ABC 7 New York reports that at least four Jetblue planes were stuck on the runway fully loaded with passengers and children for hours. JetBlue said the passengers were held on the flight because “we were operating as if the aircraft would be able to fly.” The airline says it was relying on forecast models that indicated there would be a departure window.
The plane that reported the story to ABC was Jetblue Flight 751 to Cancun, scheduled to depart this morning at 8:15AM. The plane attempted to get off the ground during a narrow takeoff window and it sat on the tarmac for hours, as there were no gates to return it to. Airport officials said that if Jetblue told them they had passengers needing rescuing on planes out on the tarmac, they would have come with buses.

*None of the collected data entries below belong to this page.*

//! `orbend shape`: the verdict of one molecule, of a series of electron counts, or of several
//! molecules.

use orbend_report::{
    FigureOptions, Provenance, Warning, shape_csv, shape_document, shape_figure, shape_text,
    to_json,
};
use orbend_scan::shape::{ShapeError, ShapeRequest, ShapeVerdict};

use orbend_structure::{Coordinate, CoordinateKind};

use super::figure::Rendering;
use super::sweep::in_pool;
use super::{csv, provenance, resolve, text_options};
use crate::arguments::{CouplingChoice, ModelArguments, ShapeArguments};
use crate::failure::Failure;
use crate::outputs::Outputs;
use crate::write::write_stdout;

/// Fillings whose leading sum lies more than this (eV) above the lowest one are left out of
/// `--unpaired all`.
const WINDOW_EV: f64 = 10.0;
/// Most unpaired electrons above the lowest possible number that `--unpaired all` tries.
const MOST_UNPAIRED: u32 = 4;

/// Which numbers of unpaired electrons are asked for.
enum Spins {
    One(Option<u32>),
    All,
}

pub(crate) fn run(arguments: &ShapeArguments) -> Result<(), Failure> {
    let output = &arguments.output;
    let outputs = Outputs::check(&output.out, &["json", "csv", "svg", "png", "pdf"])?;
    let charges = arguments.charges.as_deref().map(charges).transpose()?;
    let spins = spins(arguments.unpaired.as_deref())?;
    if arguments.centre == Some(0) {
        return Err(Failure::request("--centre 0: atoms are counted from 1"));
    }
    let coordinate = coordinate(arguments)?;
    let verdicts = in_pool(arguments.jobs, || {
        let mut verdicts = Vec::new();
        for geometry in &arguments.geometries {
            molecule(
                arguments,
                geometry,
                coordinate.as_ref(),
                charges.as_deref(),
                &spins,
                &mut verdicts,
            )?;
        }
        Ok::<_, Failure>(verdicts)
    })??;
    let document = shape_document(&verdicts)
        .map_err(|error| Failure::running(error.to_string()))?
        .ok_or_else(|| Failure::request("no geometry was given"))?;
    outputs.write(|ending| {
        Ok(match ending {
            "json" => to_json(&document).map_err(Failure::document)?.into_bytes(),
            "csv" => csv(|out| shape_csv(&document, out))?,
            _ => Rendering::default()
                .bytes(shape_figure(&document, &FigureOptions::default()), ending)?,
        })
    })?;
    if output.json {
        write_stdout(to_json(&document).map_err(Failure::document)?.as_bytes())
    } else {
        write_stdout(shape_text(&document, &text_options(output.numbering)).as_bytes())
    }
}

/// The coordinate that the user wants judged, if any; the command line allows one.
fn coordinate(arguments: &ShapeArguments) -> Result<Option<Coordinate>, Failure> {
    let given = [
        (CoordinateKind::Bend, &arguments.bend),
        (CoordinateKind::Stretch, &arguments.stretch),
        (CoordinateKind::Twist, &arguments.twist),
        (CoordinateKind::Pyramid, &arguments.pyramid),
    ];
    let found = given
        .into_iter()
        .find_map(|(kind, text)| Some((kind, text.as_deref()?)));
    found
        .map(|(kind, text)| Coordinate::parse(kind, text))
        .transpose()
        .map_err(|error| Failure::request(format!("--{error}")))
}

/// The verdicts of one geometry: one, or one for each charge and number of unpaired electrons.
fn molecule(
    arguments: &ShapeArguments,
    geometry: &str,
    coordinate: Option<&Coordinate>,
    charges: Option<&[i32]>,
    spins: &Spins,
    verdicts: &mut Vec<(ShapeVerdict, Provenance)>,
) -> Result<(), Failure> {
    let model = model(arguments, spins);
    let resolved = resolve(geometry, Vec::new(), &model, arguments.output.numbering)?;
    let provenance = provenance(&resolved.geometry, arguments.output.numbering);
    let own = resolved.request.molecule.charge;
    for &charge in charges.unwrap_or(&[own]) {
        let mut request = ShapeRequest::new(resolved.request.clone());
        request.centre = arguments.centre.map(|atom| atom - 1);
        request.coordinate = coordinate.cloned();
        request.repulsion = arguments.repulsion;
        request.request.molecule.charge = charge;
        if charges.is_some() {
            request.request.molecule.unpaired = match spins {
                Spins::One(unpaired) => *unpaired,
                Spins::All => None,
            };
        }
        match spins {
            Spins::One(_) => verdicts.push((verdict(&request)?, provenance.clone())),
            Spins::All => all_fillings(&request, &provenance, verdicts)?,
        }
    }
    Ok(())
}

/// Every number of unpaired electrons within the window.
fn all_fillings(
    request: &ShapeRequest,
    provenance: &Provenance,
    verdicts: &mut Vec<(ShapeVerdict, Provenance)>,
) -> Result<(), Failure> {
    let mut request = request.clone();
    request.request.molecule.unpaired = None;
    let first = verdict(&request)?;
    let mut provenance = provenance.clone();
    provenance.warnings.push(Warning {
        code: "spin-window".to_owned(),
        text: format!(
            "fillings with up to {MOST_UNPAIRED} more unpaired electrons whose polarised sum lies within \
             {WINDOW_EV} eV of the lowest one; their order is not claimed: the method knows no multiplets"
        ),
    });
    let electrons = first.plan.electrons();
    let (lowest, total) = (electrons.unpaired(), electrons.total());
    let orbitals = first.plan.basis().len() as u32;
    let most = total.min(2 * orbitals - total).min(lowest + MOST_UNPAIRED);
    let floor = least(&first);
    verdicts.push((first, provenance.clone()));
    for unpaired in (lowest + 2..=most).step_by(2) {
        request.request.molecule.unpaired = Some(unpaired);
        let next = verdict(&request)?;
        if least(&next) - floor <= WINDOW_EV {
            verdicts.push((next, provenance.clone()));
        }
    }
    Ok(())
}

/// Lowest point of the leading sum, eV.
fn least(verdict: &ShapeVerdict) -> f64 {
    verdict.sums.first().map_or(f64::INFINITY, |sum| {
        sum.sums
            .iter()
            .copied()
            .filter(|sum| sum.is_finite())
            .fold(f64::INFINITY, f64::min)
    })
}

fn verdict(request: &ShapeRequest) -> Result<ShapeVerdict, Failure> {
    request.run().map_err(|error| match &error {
        ShapeError::Scan(scan) => Failure::scan(scan),
        _ => Failure::request(error.to_string()),
    })
}

fn model(arguments: &ShapeArguments, spins: &Spins) -> ModelArguments {
    ModelArguments {
        charge: arguments.charge,
        unpaired: match spins {
            Spins::One(unpaired) => *unpaired,
            Spins::All => None,
        },
        occupy: arguments.occupy.clone(),
        params: arguments.params.clone(),
        variant: arguments.variant.clone(),
        coupling: CouplingChoice::Constant,
        k: 1.75,
        bond: arguments.bond.clone(),
        unit: arguments.unit,
        tolerance: arguments.tolerance,
        symmetrize: None,
    }
}

/// `-1..+2`: every charge from the first to the last.
fn charges(text: &str) -> Result<Vec<i32>, Failure> {
    text.split_once("..")
        .and_then(|(from, to)| {
            Some((
                from.trim().parse::<i32>().ok()?,
                to.trim().parse::<i32>().ok()?,
            ))
        })
        .filter(|&(from, to)| from <= to && to.abs_diff(from) <= 20)
        .map(|(from, to)| (from..=to).rev().collect())
        .ok_or_else(|| {
            Failure::request(format!("--charges {text}: not a range of charges"))
                .fix("write from..to with from below to and at most 21 charges, for example -1..+2")
        })
}

fn spins(text: Option<&str>) -> Result<Spins, Failure> {
    match text {
        None => Ok(Spins::One(None)),
        Some("all") => Ok(Spins::All),
        Some(word) => word
            .parse()
            .map(|number| Spins::One(Some(number)))
            .map_err(|_| {
                Failure::request(format!("--unpaired {word}: not a number of electrons"))
                    .fix("give a number such as 2, or `all`")
            }),
    }
}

But Jetblue did not call until after 3PM. The passengers were not offloaded until after 5PM.
The Cancun passengers were not alone. A Burbank-bound flight, 351, scheduled to depart at 6:45AMÂ was sitting on the tarmac all day. And an inbound flight from Ft. Myers, Flight 850, apparently landed at 9:44AM waited all day to deplane.
We are please to say that even Jetblue admitted their actions were inexcusable…a JetBlue spokesperson said, “We did not do our best … no excuse for why we allowed those passengers to sit on the tarmac.” Jenny Dervin, a spokewoman for the airline, commented, “the driver of this situation is the weather. The weather just did not play out as forecasted. But we know it does not relieve our responsibilities for our customers’ comfort…We would never intentionally do that[leave a plane on the tarmac for hours]. We would only position an aircraft if we thought we could depart that aircraft within a reasonable amount of time.”
Like on the American Airlines incident in Austin in December, where passengers were left on diverted American flights for hours, this may cause the federal government to reconsider the “Passenger Bills of Rights” the airlines convinced them to not deliberate on in 1999 with promises of reform.